Well, I just waved a tearful goodbye to my 20 yr old VW Westfalia Camper and am looking forward to finding a lightweight used towable (has to fit me and 2 rather largish hounds).

I'll be towing it with a 2005 Honda Pilot AWD - rated at 4500# towing.

Since I may be traveling to look at trailers, I want to be as set up as possible for bringing it home with me - hence the questions on hitches and wiring.

Does anyone have any thoughts on buying the hitch from U-Haul and having them install it? I thought that might help if I had problems somewhere along the way - but have to admit, I'm not too impressed with the U-Haul nearest me (they couldn't figure out how to fill my VW propane tank).

Welded vs Bolted on?? The only thing I've ever towed was a horse trailer and back then they recommeded welded (bad experiences with bolts getting sheared off) - but most of the places I've checked only do the bolted on kind.

I should get the kind with a 'receiver' right?? Then maybe wait until I have a trailer picked out to buy the hitch 'ball' and 'drop' so I have the right size and height??

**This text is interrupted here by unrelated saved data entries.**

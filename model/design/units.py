"""SI prefixes and the IEC 60062 letter code: the one parser and formatter.

Every value a user types or reads passes through here, so "4k7", "4.7k",
"4.7 kΩ" and "4700" mean the same everywhere. Case matters: "m" is milli and
"M" is mega. "meg" is refused with a hint to write M, because accepting it
would make "2m" and "2meg" look like near twins.
"""

from __future__ import annotations

import math
import numbers
import re

from model.errors import UnitError

__all__ = ["parse_value", "format_si", "format_rkm", "NO_NUMBER"]

# Power of ten for each prefix letter a user may type (SI prefixes, BIPM SI
# Brochure). Both micro code points are accepted because keyboards differ.
# Upper-case "K" is accepted as kilo because the IEC 60062 resistor code
# writes it so (from memory of the standard, e.g. "4K7").
_PREFIX_EXPONENT = {
    "T": 12, "G": 9, "M": 6, "k": 3, "K": 3,
    "m": -3, "u": -6, "\u00b5": -6, "\u03bc": -6, "n": -9, "p": -12, "f": -15,
}
# In the letter code "R" marks the decimal point of a plain value.
_RKM_EXPONENT = {**_PREFIX_EXPONENT, "R": 0}
# Prefix written for each engineering exponent; µ is U+00B5 MICRO SIGN.
_PREFIX_FOR = {12: "T", 9: "G", 6: "M", 3: "k", 0: "", -3: "m", -6: "\u00b5",
               -9: "n", -12: "p", -15: "f"}

# Spellings of each unit symbol. Ohm gets ASCII words because Ω is hard to
# type, and U+2126 OHM SIGN because it looks the same as Ω.
_UNIT_SPELLINGS = {
    "Ω": ("Ω", "\u2126", "ohm", "ohms"),
    "F": ("F",), "V": ("V",), "A": ("A",), "W": ("W",), "Hz": ("Hz",), "s": ("s",),
}
_KNOWN_SPELLINGS = {s for spellings in _UNIT_SPELLINGS.values() for s in spellings}
_CASELESS = {"ohm", "ohms"}

_RKM = re.compile(r"(\d*)([A-Za-z\u00b5\u03bc])(\d*)", re.ASCII)
_DECIMAL = re.compile(
    r"(\d+\.?\d*|\.\d+)([eE][+-]?\d+)?(?:\s*([A-Za-z\u00b5\u03bc]))?", re.ASCII
)
_BARE_EXPONENT = re.compile(r"[\d.]+[eE][+-]?", re.ASCII)
NOT_A_NUMBER = "not a number with an SI prefix or RKM code (examples: 4k7, 2.2k, 100n, R47)"
_NAN, _INFINITE, _TOO_LARGE = "nan is not a value", "an infinite value is not allowed here", "too large to represent"
#: The reasons that say a value is no usable number at all, as against a
#: misspelt one (a 'meg', an unknown prefix) whose reason names its fix: a
#: field's limits belong beside these only.
NO_NUMBER = (NOT_A_NUMBER, _NAN, _INFINITE, _TOO_LARGE)


def parse_value(value: object, unit: str = "", *, allow_inf: bool = False) -> float:
    """Read a number, an SI-prefixed value or an IEC 60062 letter code.

    Parameters
    ----------
    value : int, float or str
        A number, or text such as ``"2.2k"``, ``"100nF"``, ``"4k7 Ω"``,
        ``"R47"`` or ``"1e-3"``. Surrounding white space is ignored.
    unit : str
        The unit symbol the text may end with (``"Ω"``, ``"F"``, ``"V"``,
        ``"A"``, ``"W"``, ``"Hz"``, ``"s"``); ``""`` accepts none.
    allow_inf : bool
        Accept ``inf``/``∞`` (for example an open circuit).

    Returns
    -------
    float
        The value in the base unit (ohm, farad, ...).

    Raises
    ------
    UnitError
        For anything else, naming the input and what is wrong with it.
    """
    if isinstance(value, str):
        return _parse_text(value, unit, allow_inf)
    if not isinstance(value, numbers.Real) or isinstance(value, bool):
        raise UnitError(value, "not a number or text")
    try:
        result = float(value)
    except OverflowError:
        raise UnitError(value, _TOO_LARGE) from None
    if math.isnan(result):
        raise UnitError(value, _NAN)
    if math.isinf(result) and not allow_inf:
        raise UnitError(value, _INFINITE)
    return result


def _parse_text(text: str, unit: str, allow_inf: bool) -> float:
    body = text.strip()
    negative = body[:1] in ("-", "\u2212")
    if body[:1] in ("+", "-", "\u2212"):
        body = body[1:]
    body = _strip_unit(text, body, unit)
    if body.lower() in ("inf", "infinity", "∞"):
        if not allow_inf:
            raise UnitError(text, _INFINITE)
        magnitude = math.inf
    else:
        magnitude = _parse_number(text, body)
        if math.isinf(magnitude):
            raise UnitError(text, _TOO_LARGE)
    return -magnitude if negative else magnitude


def _strip_unit(text: str, body: str, unit: str) -> str:
    accepted = _UNIT_SPELLINGS.get(unit, (unit,) if unit else ())
    for spelling in sorted(_KNOWN_SPELLINGS | set(accepted), key=len, reverse=True):
        tail = body[-len(spelling):]
        if tail == spelling or (spelling in _CASELESS and tail.lower() == spelling):
            if spelling not in accepted:
                # "lots" ends in s but is no number in seconds: say what it is not.
                _parse_number(text, body[: -len(spelling)].rstrip() or spelling)
                raise UnitError(text, f"unit {spelling!r} does not match the expected {unit!r}"
                                if unit else f"unexpected unit {spelling!r} (no unit belongs here)")
            return body[: -len(spelling)].rstrip()
    return body


def _parse_number(text: str, body: str) -> float:
    lowered = body.lower()
    if lowered == "nan":
        raise UnitError(text, _NAN)
    if "meg" in lowered:
        raise UnitError(text, "'meg' is not accepted; write M for mega (m is milli)")
    if body.count(".") > 1:
        raise UnitError(text, "two decimal points")
    rkm = _RKM.fullmatch(body)
    if rkm and (rkm[1] or rkm[3]) and rkm[2] in _RKM_EXPONENT:
        whole, letter, fraction = rkm.groups()
        return float(f"{whole or '0'}.{fraction or '0'}e{_RKM_EXPONENT[letter]}")
    if _BARE_EXPONENT.fullmatch(body):
        raise UnitError(text, "the exponent has no digits")
    decimal = _DECIMAL.fullmatch(body)
    if decimal:
        number, exponent, prefix = decimal.groups()
        if prefix is None:
            return float(number + (exponent or ""))
        if exponent:
            raise UnitError(text, "both an exponent and a prefix; use one of them")
        if prefix not in _PREFIX_EXPONENT:
            raise UnitError(text, f"unknown prefix {prefix!r}")
        return float(f"{number}e{_PREFIX_EXPONENT[prefix]}")
    if rkm and (rkm[1] or rkm[3]):
        raise UnitError(text, f"unknown prefix {rkm[2]!r}")
    raise UnitError(text, NOT_A_NUMBER)


def _round_sig(value: float, digits: int) -> tuple[str, int]:
    """Significant digits of ``|value|`` rounded to ``digits``, and its power of ten."""
    mantissa, exponent = f"{abs(value):.{digits - 1}e}".split("e")
    return mantissa.replace(".", ""), int(exponent)


def _split_digits(figures: str, whole_digits: int) -> tuple[str, str]:
    """Integer and fraction digit strings, padding the integer part with zeros."""
    return figures[:whole_digits].ljust(whole_digits, "0"), figures[whole_digits:]


#: Units written without a prefix, as plain numbers.
_NO_PREFIX = frozenset({"dB", "°"})


def format_si(value: float, unit: str = "", digits: int = 3, *, ascii: bool = False) -> str:
    """Write a value in engineering notation with an SI prefix.

    Parameters
    ----------
    value : float
        The value in the base unit.
    unit : str
        Unit symbol to append, e.g. ``"Ω"``.
    digits : int
        Significant figures (at least 1); ``4700`` gives ``"4.70 kΩ"``.
    ascii : bool
        Write ``u`` for micro, ``ohm`` for Ω and ``inf`` for ∞.

    Returns
    -------
    str
        For example ``"12.3 mA"``, ``"-1.00 V"``, ``"∞ Ω"`` or ``"nan"``;
        dB and ° take no prefix (``"-20 dB"``, ``"180 °"``).
        Values beyond tera or below femto use exponent notation,
        ``"1.00e15 V"``. Every result except ``"nan"`` reads back with
        :func:`parse_value` (``∞`` needs ``allow_inf=True``).
    """
    if digits < 1:
        raise ValueError(f"digits must be at least 1, not {digits}")
    value = float(value)
    if math.isnan(value):
        return "nan"
    if unit in _NO_PREFIX and math.isfinite(value):
        # Decibels and degrees take no SI prefix: "-3 dB", never "-3000 mdB".
        return f"{float(f'{value:.{digits}g}'):g} {unit}"
    if ascii and unit in _UNIT_SPELLINGS["Ω"]:
        unit = "ohm"
    sign = "-" if value < 0 else ""
    if math.isinf(value):
        number = "inf" if ascii else "∞"
    elif value == 0:
        number = "0"
    else:
        figures, exponent = _round_sig(value, digits)
        engineering = 3 * (exponent // 3)
        prefix = _PREFIX_FOR.get(engineering)
        if prefix is None:
            whole, fraction = figures[0], figures[1:]
            exponent_text = f"e{exponent}"
        else:
            whole, fraction = _split_digits(figures, exponent - engineering + 1)
            exponent_text = ""
            unit = ("u" if ascii and prefix == "\u00b5" else prefix) + unit
        number = whole + (f".{fraction}" if fraction else "") + exponent_text
    return f"{sign}{number} {unit}" if unit else sign + number


def format_rkm(value: float, digits: int = 3, *, capacitance: bool = False) -> str:
    """Write a positive value in the IEC 60062 letter code.

    The letter stands where the decimal point would be: ``4700`` gives
    ``"4k7"``, ``2.2e6`` gives ``"2M2"``, ``1.0`` gives ``"1R0"``.

    Parameters
    ----------
    value : float
        Positive, finite value in the base unit (ohm or farad).
    digits : int
        Significant figures kept before trailing zeros are dropped.
    capacitance : bool
        Below 1, write the prefixes m, u, n, p, f (``4.7e-9`` gives
        ``"4n7"``) rather than a leading ``R`` (``0.47`` gives ``"R47"``).

    Returns
    -------
    str
        The code, using ASCII ``u`` for micro; it reads back with
        :func:`parse_value`.
    """
    if (isinstance(value, bool) or not isinstance(value, numbers.Real)
            or not (math.isfinite(value) and value > 0)):
        raise UnitError(value, "must be a positive, finite value")
    if digits < 1:
        raise ValueError(f"digits must be at least 1, not {digits}")
    figures, exponent = _round_sig(value, digits)
    engineering = 3 * (exponent // 3)
    if engineering < 0 and not capacitance:
        letter, whole, fraction = "R", "", "0" * (-exponent - 1) + figures
    else:
        letter = "R" if engineering == 0 else _PREFIX_FOR.get(engineering)
        if letter is None:
            raise UnitError(value, "outside the range of the letter code")
        letter = "u" if letter == "\u00b5" else letter
        whole, fraction = _split_digits(figures, exponent - engineering + 1)
    fraction = fraction.rstrip("0")
    # Common practice in the IEC 60062 style (1R0, 1k0, R10): a code carries
    # at least two digits, so a lone digit gets a trailing zero.
    fraction = fraction.ljust(2 - len(whole), "0")
    return whole + letter + fraction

And what about wiring??? On my horse trailer, the electrical ran the rear brake/signal lights and the trailer brakes - is that the same on these eggs? Does the electrical hookup also run the fridge while you're driving??

Is there a standard kind of wiring? (Ok, I've been lurking for awhile and I'm totally confused about '7-pins' and stuff like that) Are there converter plugs if I get the wrong thing??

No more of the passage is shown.